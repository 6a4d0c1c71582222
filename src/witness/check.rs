//! The exact check. Trusts the witness document and the word rules, nothing else; all arithmetic is on integers and rationals.
//!
//! For group e let
//!
//! ```text
//! s_e = Σ ν_{xyb} [R_x M_{b|y}] + Σ μ^e_x [N R_x] − c_e − Σ_blocks Σ_ij Z_ij [(u_i ± u_i†)† (u_j ± u_j†)]
//! ```
//!
//! as a combination of moment words. The last sum is not negative in any model, so `c_e ≤ ν·p_e + μ·leak_e − s_e`, and `−s_e` is
//! at most `κ_e q_e` with
//!
//! ```text
//! κ_e = Σ_{R_x} (−s) + d Σ_{V} (−s) + Σ_{other words with a state} |s| + d Σ_{other words} |s|,
//! ```
//!
//! because `⟨R_x⟩ = q`, `⟨V⟩ = d q`, and any product of projectors that holds a state (the carrier) has a trace of at most
//! `q` (`d q`). Summing over the groups, with `Σ q_e = 1` and the leakage either limited in the sum or in each group, gives the bound
//! that `witness.rs` states.

use nalgebra::{DMatrix, DVector};
use num_bigint::BigInt;
use num_rational::BigRational;
use num_traits::{One, Signed, ToPrimitive, Zero};
use std::collections::BTreeMap;

use super::{
    fixed,
    witness::{Claim, Constant, FORMAT, Witness},
};
use crate::{
    counts::{Table, fits},
    entropy::power::{POWER_BITS, power_entropy_down},
    exact::{decimal, dyadic, round_up},
    relaxation::{
        cells::{MAX_CELLS, cells},
        parity::gram,
        word::{Algebra, Letter, Word, WordError},
    },
    scenario::{Geometry, LeakageReading, Setting},
    score::Score,
};

/// Why a witness is not accepted.
#[derive(Debug, Clone, PartialEq, thiserror::Error)]
pub enum CheckError {
    #[error("unknown witness format \"{0}\"")]
    Format(String),
    #[error("the witness is malformed: {0}")]
    Malformed(String),
    #[error(transparent)]
    Word(#[from] WordError),
    #[error("a leakage multiplier is negative")]
    NegativeMultiplier,
    #[error("an integer of the witness is out of range")]
    Range,
    #[error("a chord of the witness is above the entropy it stands for")]
    Chord,
    #[error("the constants of the witness do not follow from its factors and multipliers")]
    Constants,
    #[error("the witness does not apply: {0}")]
    Inapplicable(String),
}

/// Largest block side, and largest sum of sides over blocks, that is worth checking.
const MAX_SIDE: usize = 512;
/// Most letters of a monomial; those of the levels have three at most. What a product comes to doubles with every carrier in it, so without a
/// limit a short document would keep the check busy for ever.
const MAX_LETTERS: usize = 4;
/// Every integer of a witness stays below this in size, so that any JSON reader keeps it.
const MAX_INTEGER: i64 = 1 << 53;

/// A theorem: a witness whose identity was confirmed in exact arithmetic. Only this module makes one.
#[derive(Debug, Clone, PartialEq)]
pub struct CheckedWitness {
    witness: Witness,
    digest: String,
    rounding_cost: f64,
}

/// An upper bound that follows from a checked witness. Only this module makes one.
#[derive(Debug, Clone, PartialEq)]
pub struct CheckedBound {
    value: BigRational,
    rounded_up: f64,
}

impl CheckedBound {
    fn new(value: BigRational) -> Self {
        let rounded_up = round_up(&value);
        Self { value, rounded_up }
    }

    pub fn exact(&self) -> &BigRational {
        &self.value
    }

    /// The bound as a decimal, rounded up.
    pub fn rounded_up(&self) -> f64 {
        self.rounded_up
    }
}

/// Where a witness is evaluated.
#[derive(Debug, Clone, Copy, PartialEq)]
pub enum Place<'a> {
    /// At a behaviour `[x][y][b]`; the last outcome's probability is one minus the others.
    Behaviour(&'a Table<f64>),
    /// At the worst behaviour within the intervals `[low, high]`, `[x][y][b]`.
    Region(&'a Table<[f64; 2]>),
    /// At the worst of all behaviours that reach these scores.
    Scores(&'a [Score]),
}

/// Confirms a witness document, its constants included.
///
/// # Errors
/// The first reason not to accept it.
pub fn check(witness: &Witness) -> Result<CheckedWitness, CheckError> {
    let checked = complete(witness.clone())?;
    if checked.witness != *witness {
        return Err(CheckError::Constants);
    }
    Ok(checked)
}

/// Computes the constants and remainders of a witness from the rest of it, replacing whatever stood there, and confirms it.
///
/// # Errors
/// The first reason not to accept it.
pub fn complete(mut witness: Witness) -> Result<CheckedWitness, CheckError> {
    check_shape(&witness)?;
    let algebra = Algebra::new(witness.geometry, &witness.exact);
    for monomial in witness.bases.iter().flat_map(|span| &span.monomials) {
        algebra.check_letters(monomial)?;
    }
    check_chords(&witness)?;
    let grams = gram_matrices(&algebra, &witness)?;
    let (mut constants, mut remainders) = (Vec::new(), Vec::new());
    for group in 0..witness.claim.groups(witness.geometry) {
        let remainder = remainder(&algebra, &witness, &grams, group)?;
        let (constant, paid) = constant(&remainder, witness.geometry.carrier_dimension)?;
        constants.push(Constant(constant));
        remainders.push(Constant(paid));
    }
    let largest = remainders.iter().map(|remainder| remainder.0).max().unwrap_or(0);
    let rounding_cost = largest as f64 / 2f64.powi(2 * witness.factor_bits as i32);
    witness.constants = constants;
    witness.remainders = remainders;
    let digest = witness.digest();
    Ok(CheckedWitness { witness, digest, rounding_cost })
}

**********

Return the entries above exactly, each one complete.

- RESULT:
repository 6a4d0c1c71582222
filename src/witness/check.rs
//! The exact check. Trusts the witness document and the word rules, nothing else; all arithmetic is on integers and rationals.
//!
//! For group e let
//!
//! ```text
//! s_e = Σ ν_{xyb} [R_x M_{b|y}] + Σ μ^e_x [N R_x] − c_e − Σ_blocks Σ_ij Z_ij [(u_i ± u_i†)† (u_j ± u_j†)]
//! ```
//!
//! as a combination of moment words. The last sum is not negative in any model, so `c_e ≤ ν·p_e + μ·leak_e − s_e`, and `−s_e` is
//! at most `κ_e q_e` with
//!
//! ```text
//! κ_e = Σ_{R_x} (−s) + d Σ_{V} (−s) + Σ_{other words with a state} |s| + d Σ_{other words} |s|,
//! ```
//!
//! because `⟨R_x⟩ = q`, `⟨V⟩ = d q`, and any product of projectors that holds a state (the carrier) has a trace of at most
//! `q` (`d q`). Summing over the groups, with `Σ q_e = 1` and the leakage either limited in the sum or in each group, gives the bound
//! that `witness.rs` states.

use nalgebra::{DMatrix, DVector};
use num_bigint::BigInt;
use num_rational::BigRational;
use num_traits::{One, Signed, ToPrimitive, Zero};
use std::collections::BTreeMap;

use super::{
    fixed,
    witness::{Claim, Constant, FORMAT, Witness},
};
use crate::{
    counts::{Table, fits},
    entropy::power::{POWER_BITS, power_entropy_down},
    exact::{decimal, dyadic, round_up},
    relaxation::{
        cells::{MAX_CELLS, cells},
        parity::gram,
        word::{Algebra, Letter, Word, WordError},
    },
    scenario::{Geometry, LeakageReading, Setting},
    score::Score,
};

/// Why a witness is not accepted.
#[derive(Debug, Clone, PartialEq, thiserror::Error)]
pub enum CheckError {
    #[error("unknown witness format \"{0}\"")]
    Format(String),
    #[error("the witness is malformed: {0}")]
    Malformed(String),
    #[error(transparent)]
    Word(#[from] WordError),
    #[error("a leakage multiplier is negative")]
    NegativeMultiplier,
    #[error("an integer of the witness is out of range")]
    Range,
    #[error("a chord of the witness is above the entropy it stands for")]
    Chord,
    #[error("the constants of the witness do not follow from its factors and multipliers")]
    Constants,
    #[error("the witness does not apply: {0}")]
    Inapplicable(String),
}

/// Largest block side, and largest sum of sides over blocks, that is worth checking.
const MAX_SIDE: usize = 512;
/// Most letters of a monomial; those of the levels have three at most. What a product comes to doubles with every carrier in it, so without a
/// limit a short document would keep the check busy for ever.
const MAX_LETTERS: usize = 4;
/// Every integer of a witness stays below this in size, so that any JSON reader keeps it.
const MAX_INTEGER: i64 = 1 << 53;

/// A theorem: a witness whose identity was confirmed in exact arithmetic. Only this module makes one.
#[derive(Debug, Clone, PartialEq)]
pub struct CheckedWitness {
    witness: Witness,
    digest: String,
    rounding_cost: f64,
}

/// An upper bound that follows from a checked witness. Only this module makes one.
#[derive(Debug, Clone, PartialEq)]
pub struct CheckedBound {
    value: BigRational,
    rounded_up: f64,
}

impl CheckedBound {
    fn new(value: BigRational) -> Self {
        let rounded_up = round_up(&value);
        Self { value, rounded_up }
    }

    pub fn exact(&self) -> &BigRational {
        &self.value
    }

    /// The bound as a decimal, rounded up.
    pub fn rounded_up(&self) -> f64 {
        self.rounded_up
    }
}

/// Where a witness is evaluated.
#[derive(Debug, Clone, Copy, PartialEq)]
pub enum Place<'a> {
    /// At a behaviour `[x][y][b]`; the last outcome's probability is one minus the others.
    Behaviour(&'a Table<f64>),
    /// At the worst behaviour within the intervals `[low, high]`, `[x][y][b]`.
    Region(&'a Table<[f64; 2]>),
    /// At the worst of all behaviours that reach these scores.
    Scores(&'a [Score]),
}

/// Confirms a witness document, its constants included.
///
/// # Errors
/// The first reason not to accept it.
pub fn check(witness: &Witness) -> Result<CheckedWitness, CheckError> {
    let checked = complete(witness.clone())?;
    if checked.witness != *witness {
        return Err(CheckError::Constants);
    }
    Ok(checked)
}

/// Computes the constants and remainders of a witness from the rest of it, replacing whatever stood there, and confirms it.
///
/// # Errors
/// The first reason not to accept it.
pub fn complete(mut witness: Witness) -> Result<CheckedWitness, CheckError> {
    check_shape(&witness)?;
    let algebra = Algebra::new(witness.geometry, &witness.exact);
    for monomial in witness.bases.iter().flat_map(|span| &span.monomials) {
        algebra.check_letters(monomial)?;
    }
    check_chords(&witness)?;
    let grams = gram_matrices(&algebra, &witness)?;
    let (mut constants, mut remainders) = (Vec::new(), Vec::new());
    for group in 0..witness.claim.groups(witness.geometry) {
        let remainder = remainder(&algebra, &witness, &grams, group)?;
        let (constant, paid) = constant(&remainder, witness.geometry.carrier_dimension)?;
        constants.push(Constant(constant));
        remainders.push(Constant(paid));
    }
    let largest = remainders.iter().map(|remainder| remainder.0).max().unwrap_or(0);
    let rounding_cost = largest as f64 / 2f64.powi(2 * witness.factor_bits as i32);
    witness.constants = constants;
    witness.remainders = remainders;
    let digest = witness.digest();
    Ok(CheckedWitness { witness, digest, rounding_cost })
}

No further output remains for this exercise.